Dagie Brundert

Über radikale Änderungen und das Vergnügen daran

Ich erinnere mich an zwei Momente in meinem kleinen Kinderleben, die schon früh meine Wege vorwegnahmen:

Bild 1: ich sitze auf dem Klo und starre die Wand an. Die Wand ist halbhoch mit Holz getäfelt und voller Muster. Ich sehe ganz klar tolle Welten in ihr, momentan ein Pferd im Sprung. Es kann sein, dass mir morgen schon was anderes ins Auge piekst!

Bild 2: meine Mutter muss mir von einem älteren Nachbarmädchen unbedingt immer ihre vollen Schulhefte, die sie nicht mehr benötigt, bringen. Ich brauche sie dringend zur Umgestaltung! Mit meiner ungefährlichen Kinderschere schneide ich Text- und Bildteile aus und arrangiere sie um, wie es mir gefällt.

Seit meinem relaxten Studium an der HdK laufe ich auf zwei Gleisen und das gefällt mir gut. Ich bezeichne mich als halbe Künstlerin. Halb Broterwerb, halb kunstexperimentierend.

Durch Zufall bin ich in meinen ersten dicken Job hineingeraten: Layouterin in der taz. Was hab ich ihn geliebt! Hektische Redakteurinnen, schnelle Entscheidungen, was gut aussieht, Bildauswahl, passt, raus damit. Und es gab noch nicht einmal Mäuse! Also, ich meine: Computermäuse, nicht Geldmäuse.

Nebenher, auf meinem anderen Gleis, bin ich eine analoge Bildermacherin. Habe vor über 30 Jahren den Zauber der Super-8-Filmerei entdeckt, entwickelt mittlerweile, da fast alle Labors dichtgemacht haben, meine Filme selber, und das auch noch hauptsächlich mit biologischem Entwickler! Da sind noch Welten zu erforschen!

Irgendwie bin ich bei Zeitungen geblieben, es war nicht so geplant, aber es ist das, was ich kann: Bild und Text kombinieren. Ich hab jetzt eine Menge Berliner Zeitungen durch: die schon erwähnte taz als erste Lehrerin, die Zweite Hand (gute Bezahlung, coole Kolleginnen!), die Zitty (toller Inhalt, coole Kolleginnen!) und den Tagesspiegel (schlechte Bezahlung, lähmende Hierarchie, miesester Job ever!).
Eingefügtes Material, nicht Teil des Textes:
describe("Sedra & Smith, Microelectronic Circuits, 6th ed., Example 8.1 (basic MOSFET current source; values and example number from memory)", () => {
  // VDD = 3 V, IREF = 100 µA wanted, W/L = 10 µm/1 µm matched, Vt = 0.7 V, k'n = 200 µA/V², V'A = 20 V/µm.
  // The book: VOV = 0.316 V, VGS = 1.016 V, R = 19.84 kΩ, VO,min = 0.316 V, ro = 200 kΩ, ΔIO = 5 µA for ΔVO = +1 V.
  it("R = 19.84 kΩ gives IREF = 100 µA at VGS = 1.016 V; the lowest output is VOV = 0.316 V (λ = 0, as the book designs it)", () => {
    const a = analyzeMirror(mirror());
    expect(a.mirror.referenceCurrent / 100e-6).toBeCloseTo(1, 3); // 19.84 kΩ is the book's rounding
    // Unrounded, the book's method R = (VDD − VGS)/IREF with VGS = Vt + √(2·IREF/k) gives exactly 100 µA.
    const rExact = (3 - (0.7 + Math.sqrt((2 * 100e-6) / (200e-6 * 10)))) / 100e-6;
    expect(rExact / 1e3).toBeCloseTo(19.84, 2);
    const b = analyzeMirror(mirror({ components: { rref: rExact, vout: 1.5 } }));
    expect(Math.abs(b.mirror.referenceCurrent - 100e-6)).toBeLessThan(1e-12 * 100e-6 * 10);
    expect(a.mirror.gateSource).toBeCloseTo(1.016, 3);
    expect(a.mirror.compliance).toBeCloseTo(0.316, 3);
    expect(a.mirror.outputCurrent).toBeCloseTo(a.mirror.referenceCurrent, 15); // matched, λ = 0: an exact copy
    expect(a.region).toBe("saturation");
    expect(a.devices!.reference!.region).toBe("saturation");
  });
  it("with λ = 1/VA = 1/(20 V/µm · 1 µm): ro ≈ 200 kΩ and a +1 V output step adds ≈ 5 µA", () => {
    const st = mirror({ card: nmos({ lambda: perVolt(0.05) }) });
    const a = analyzeMirror(st);
    // Level 1 gives gds = λ·(k/2)·VOV², without the (1 + λ·VDS) the book's ro = VA/IO folds in, and the reference
    // current itself rises by (1 + λ·VGS); so within 5 % of the book's figures, not equal to them.
    expect(a.mirror.outputResistance / 200e3).toBeGreaterThan(0.95);
    expect(a.mirror.outputResistance / 200e3).toBeLessThan(1.05);
    const [i1, i2] = mirrorOutputCurve(st, [1.5, 2.5]);
    expect((i2! - i1!) / 5e-6).toBeGreaterThan(0.95);
    expect((i2! - i1!) / 5e-6).toBeLessThan(1.05);
    // And exactly the Level 1 slope: ΔI = gds·ΔV in saturation (the current is linear in VDS there).
    expect(i2! - i1!).toBeCloseTo(a.smallSignal.gds * 1, 15);
  });
});

describe("square-law relations of the mirror", () => {
  it("the reference root satisfies both branch equations, and the rejected root lies below Vt (λ = 0)", () => {
    const rec = new Derivation("mirror");
    const a = analyzeMirror(mirror({ components: { rref: 47e3, vout: 2 }, vdd: 5 }), rec);
    const k = 200e-6 * 10;
    const vgs = a.mirror.gateSource;
    expect((5 - vgs) / 47e3).toBeCloseTo(a.mirror.referenceCurrent, 17);
    expect((k / 2) * (vgs - 0.7) ** 2).toBeCloseTo(a.mirror.referenceCurrent, 17);
    const rejected = rec.steps.find((s): s is FormulaStep => s.kind === "formula" && s.formula === "referenceGateSourceRejected");
    expect(rejected!.result.value).toBeLessThan(0.7);
    expect(rec.steps.some((s) => s.kind === "note" && s.title === "Root rejected")).toBe(true);
    expect(rec.steps.some((s) => s.kind === "note" && s.title === "M1 is saturated whenever it conducts")).toBe(true);
    expect(a.solver.method).toBe("closed-form");
  });

  it("with λ and unequal W/L: IOUT = IREF·(W2/L2)/(W1/L1)·(1 + λVDS2)/(1 + λVDS1) above compliance", () => {
    fc.assert(
      fc.property(
        fc.double({ min: 0.005, max: 0.15, noNaN: true }),
        fc.double({ min: 0.25, max: 8, noNaN: true }),
        fc.double({ min: 5e3, max: 500e3, noNaN: true }),
        fc.double({ min: 0.3, max: 1, noNaN: true }),
        (lambda, n, rref, at) => {
          const st = mirror({ card: nmos({ lambda: perVolt(lambda) }), w2: 10e-6 * n, components: { rref, vout: 0 }, vdd: 5 });
          const vgs = analyzeMirror(st).mirror.gateSource;
          const vout = vgs - 0.7 + at * (5 - (vgs - 0.7)); // above compliance
          const a = analyzeMirror({ ...st, components: branded({ rref, vout }) });
          const expected = a.mirror.referenceCurrent * n * ((1 + lambda * vout) / (1 + lambda * vgs));
          expect(a.region).toBe("saturation");
          expect(Math.abs(a.mirror.outputCurrent - expected)).toBeLessThanOrEqual(1e-12 * expected);
        },
      ),
      { seed: 81, numRuns: 60 },
    );
  });

  it("below compliance M2 is in triode with k2·(VOV − VDS/2)·VDS·(1 + λVDS), and the finding says how far short it falls", () => {
    const a = analyzeMirror(mirror({ card: nmos({ lambda: perVolt(0.04) }), components: { rref: 19.84e3, vout: 0.1 } }));
    const vov = a.mirror.gateSource - 0.7;
    expect(a.region).toBe("triode");
    expect(a.mirror.complianceMargin).toBeCloseTo(0.1 - vov, 15);
    expect(a.mirror.outputCurrent).toBeCloseTo(2e-3 * (vov - 0.05) * 0.1 * (1 + 0.004), 17);
    expect(a.metrics.checks.find((c) => c.name.startsWith("Output compliance"))!.passed).toBe(false);
    expect(a.findings.some((f) => f.includes("below compliance") && f.includes("% short"))).toBe(true);
    expect(a.metrics.swing[0]!.headroomDown).toBeLessThan(0);
  });

  it("the output characteristic is continuous at compliance and matches the analysis at each held voltage", () => {
    const st = mirror({ card: nmos({ lambda: perVolt(0.05) }) });
    const vc = analyzeMirror(st).mirror.compliance;
    const vs = [0, 0.05, 0.2, vc - 1e-9, vc, vc + 1e-9, 1, 2, 3];
    const curve = mirrorOutputCurve(st, vs);
    vs.forEach((v, i) => expect(curve[i]).toBeCloseTo(analyzeMirror({ ...st, components: branded({ rref: 19.84e3, vout: v }) }).op.id, 18));
    expect(Math.abs(curve[4]! - curve[3]!)).toBeLessThan(1e-12);
    expect(Math.abs(curve[5]! - curve[4]!)).toBeLessThan(1e-12);
  });

  it("a load resistor: VOUT = VDD − IOUT·RLOAD, triode when RLOAD is too large for the current", () => {
    for (const rload of [0, 1e3, 20e3, 200e3]) {
      const a = analyzeMirror(mirror({ card: nmos({ lambda: perVolt(0.03) }), components: { rref: 19.84e3, rload } }));
      expect(a.nodes.drain).toBeCloseTo(3 - a.mirror.outputCurrent * rload, 9);
      expect(a.region).toBe(a.nodes.drain! - 0 >= a.mirror.compliance ? "saturation" : "triode");
      expect(a.currents.supply).toBeCloseTo(a.mirror.referenceCurrent + a.mirror.outputCurrent, 18);
    }
    expect(analyzeMirror(mirror({ components: { rref: 19.84e3, rload: 200e3 } })).region).toBe("triode");
  });

  it("a PMOS mirror is the NMOS one reflected through the rails: nodes negated, currents the same magnitude", () => {
    fc.assert(
      fc.property(fc.double({ min: 0, max: 0.12, noNaN: true }), fc.double({ min: 2e3, max: 1e6, noNaN: true }), fc.double({ min: 0, max: 1, noNaN: true }), (lambda, rref, at) => {
        const n = mirror({ card: nmos({ lambda: perVolt(lambda) }), components: { rref, vout: -at * 3 }, vdd: 0, vss: -3 });
        const p = mirror({ card: pmosOf(nmos({ lambda: perVolt(lambda) })), components: { rref, vout: at * 3 }, vdd: 3, vss: 0 });
        const an = analyzeMirror(n);
        const ap = analyzeMirror(p);
        for (const node of ["gate", "drain", "source"] as const) expect(ap.nodes[node]).toBeCloseTo(-an.nodes[node]!, 12);
        expect(ap.op.id).toBeCloseTo(-an.op.id, 18);
        expect(ap.region).toBe(an.region);
        expect(ap.mirror.compliance).toBeCloseTo(-an.mirror.compliance, 12);
      }),
      { seed: 82, numRuns: 40 },
    );
  });

  it("an output transistor on another card mirrors by its own parameters and says so", () => {
    const a = analyzeMirror(mirror({ out: nmos({ name: "invented-n2", vt0: volts(0.8) }) }));
    const vov = a.mirror.gateSource - 0.8;
    expect(a.mirror.outputCurrent).toBeCloseTo(1e-3 * vov * vov, 18);
    expect(a.findings.some((f) => f.includes("different cards"))).toBe(true);
  });
});

describe("the mirror's record", () => {
  it("every recorded formula replays exactly; recording does not change the numbers; checks carry margins", () => {
    for (const components of [{ rref: 33e3, vout: 2.2 }, { rref: 33e3, vout: 0.05 }, { rref: 33e3, rload: 10e3 }]) {
      const st = mirror({ card: nmos({ lambda: perVolt(0.02) }), components, vdd: 3.3 });
      const rec = new Derivation("mirror");
      const a = analyzeMirror(st, rec);
      expect(expectStepsReplay(rec)).toBeGreaterThan(15);
      const b = analyzeMirror(st);
      expect(b.nodes).toEqual(a.nodes);
      expect(b.currents).toEqual(a.currents);
      expect(rec.checks.find((c) => c.title.startsWith("Output compliance"))!.margin).toBeCloseTo(a.mirror.complianceMargin, 15);
      expect(rec.findings.some((f) => f.text.startsWith("Hand analysis") && f.severity === "caution")).toBe(true);
    }
  });
  it("the SPICE deck holds both models, RREF with its ammeter, both instances and the held output", () => {
    const deck = spiceDeck(mirror({ card: pmosOf(nmos({ lambda: perVolt(0.02) })), components: { rref: 10e3, vout: 1 } }));
    expect(deck).toMatch(/^\.model modref pmos level=1 vto=-0\.7 kp=0\.0002 lambda=0\.02/m);
    expect(deck).toMatch(/^RREF vss y 10000$/m);
    expect(deck).toMatch(/^VIR y g 0$/m);
    expect(deck).toMatch(/^M1 g g vdd vdd modref W=0\.00001 L=0\.000001$/m);
    expect(deck).toMatch(/^M2 d g vdd vdd modout /m);
    expect(deck).toMatch(/^VOUT x 0 1$/m);
    expect(deck).toMatch(/^\.op$/m);
  });
});

describe("bad input to the mirror", () => {
  const err = (f: () => unknown) => {
    try {
      f();
    } catch (e) {
      return e as PinchoffError;
    }
    throw new Error("no error thrown");
  };
  it("zero or negative RREF names the field and what is expected", () => {
    for (const rref of [0, -1e3]) {
      const e = err(() => analyzeStage(mirror({ components: { rref, vout: 1 } })));
      expect(e).toBeInstanceOf(InputError);
      expect(e.message).toContain("components.rref");
      expect(e.message).toMatch(/RREF > 0|≥ 0 Ω/);
    }
    expect(err(() => analyzeStage(mirror({ components: { rref: NaN, vout: 1 } }))).message).toContain("components.rref");
  });
  it("a supply too low to turn M1 on is infeasible, explained in numbers", () => {
    const e = err(() => analyzeStage(mirror({ vdd: 0.6, components: { rref: 10e3, vout: 0.3 } })));
    expect(e).toBeInstanceOf(InfeasibleError);
    expect(e.message).toContain("0.6 V");
    expect(e.message).toContain("|Vt| = 0.7 V");
    expect(e.message).toContain("short by 0.1 V");
    expect(e.message).toContain("supplies");
  });
  it("unknown components, device roles and design fields are refused by name", () => {
    expect(err(() => analyzeStage({ ...mirror(), components: { rref: 1e4, vout: 1, rd: 5 } } as never)).message).toContain("components.rd");
    const e = err(() => analyzeStage({ ...mirror(), devices: { reference: mirror().devices!.reference!, cascode: mirror().device } } as never));
    expect(e.code).toBe("invalid-design");
    expect(e.message).toContain("devices.cascode");
    expect(err(() => analyzeStage({ ...mirror(), devices: undefined } as never)).message).toContain("devices");
  });
  it("exactly one of vout and rload; vout between the rails; one polarity; an enhancement reference", () => {
    expect(err(() => analyzeStage(mirror({ components: { rref: 1e4 } }))).message).toContain("neither vout nor rload");
    expect(err(() => analyzeStage(mirror({ components: { rref: 1e4, vout: 1, rload: 1e3 } }))).message).toContain("both vout and rload");
    expect(err(() => analyzeStage(mirror({ components: { rref: 1e4, vout: 3.5 } }))).message).toContain("components.vout");
    expect(err(() => analyzeStage(mirror({ components: { rref: 1e4, rload: -5 } }))).message).toContain("components.rload");
    expect(err(() => analyzeStage(mirror({ out: pmosOf(nmos()) }))).message).toContain("polarity");
    const dep = err(() => analyzeStage(mirror({ card: nmos({ vt0: volts(-0.5) }) })));
    expect(dep).toBeInstanceOf(InputError);
    expect(dep.message).toContain("devices.reference.card.vt0");
    expect(dep.message).toContain("enhancement");
  });
});

// Keep the analysis type in use for readers of this file.
export type { MirrorAnalysis };

describe("public API (issue 7 item 22)", () => {
  it("the package entry exports every built-in topology and the mirror's and diode load's own analyses", async () => {
    const api = await import("../lib/index.js");
    expect(Object.values(api.builtinTopologies).map((t) => t.id).sort()).toEqual([...api.topologyIds()].sort());
    expect(Object.keys(api.builtinTopologies)).toHaveLength(12); // seven single- and two-transistor stages, two pairs, two cascodes, the two-stage amplifier
    expect(typeof api.analyzeMirror).toBe("function");
    expect(typeof api.analyzeDiodeLoad).toBe("function");
    expect(typeof api.mirrorOutputCurve).toBe("function");
    const figures: keyof import("../lib/index.js").MirrorAnalysis = "mirror";
    expect(figures).toBe("mirror");
  });
});
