/**
 * SIGINT and SIGTERM during a run: the first one aborts the run (which stops
 * the driver and the kernel, removes the staging folder and writes nothing);
 * a second one while cleaning up exits at once. Exit codes follow the shell's
 * convention, 128 + signal number (130 for SIGINT, 143 for SIGTERM).
 */
const signals = { SIGINT: 130, SIGTERM: 143, SIGHUP: 129 } as const;
type Caught = keyof typeof signals;

export interface Interruption {
  readonly signal: AbortSignal;
  /** The exit code for the signal received, if any. */
  exitCode(): number | undefined;
  dispose(): void;
}

export function interruptOnSignals(say: (text: string) => void = (t) => process.stderr.write(t + "\n")): Interruption {
  const ac = new AbortController();
  let got: Caught | undefined;
  const handlers = (Object.keys(signals) as Caught[]).map((sig) => {
    const h = () => {
      if (got) process.exit(signals[sig]);
      got = sig;
      say(`${sig}: stopping the kernel and cleaning up (again to quit at once)`);
      ac.abort(sig);
    };
    process.on(sig, h);
    return [sig, h] as const;
  });
  return {
    signal: ac.signal,
    exitCode: () => (got ? signals[got] : undefined),
    dispose: () => handlers.forEach(([sig, h]) => process.off(sig, h)),
  };
}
Und was passiert mir da? Der Tagesspiegel schmeißt mich raus, endlich, ich muss nicht selber kündigen, das erledigen die für mich und schmieren mir sahnetechnisch auch noch eine faire Abfindung um die Schnute.

Jetzt steh ich hier und summe leise “art for all and all for art”, nie wieder für andere arbeiten, nur noch für mich. Naja, manchmal doch für andere … ich hab mich so dermaßen in alte, analoge Entwicklungsmethoden eingefuchst, dass ich es auch für andere Leute gegen Geld mache, weil es ja eben keine Labors mehr gibt, die abgelaufene Filme annehmen. Ich bin ein One-Woman-Lab!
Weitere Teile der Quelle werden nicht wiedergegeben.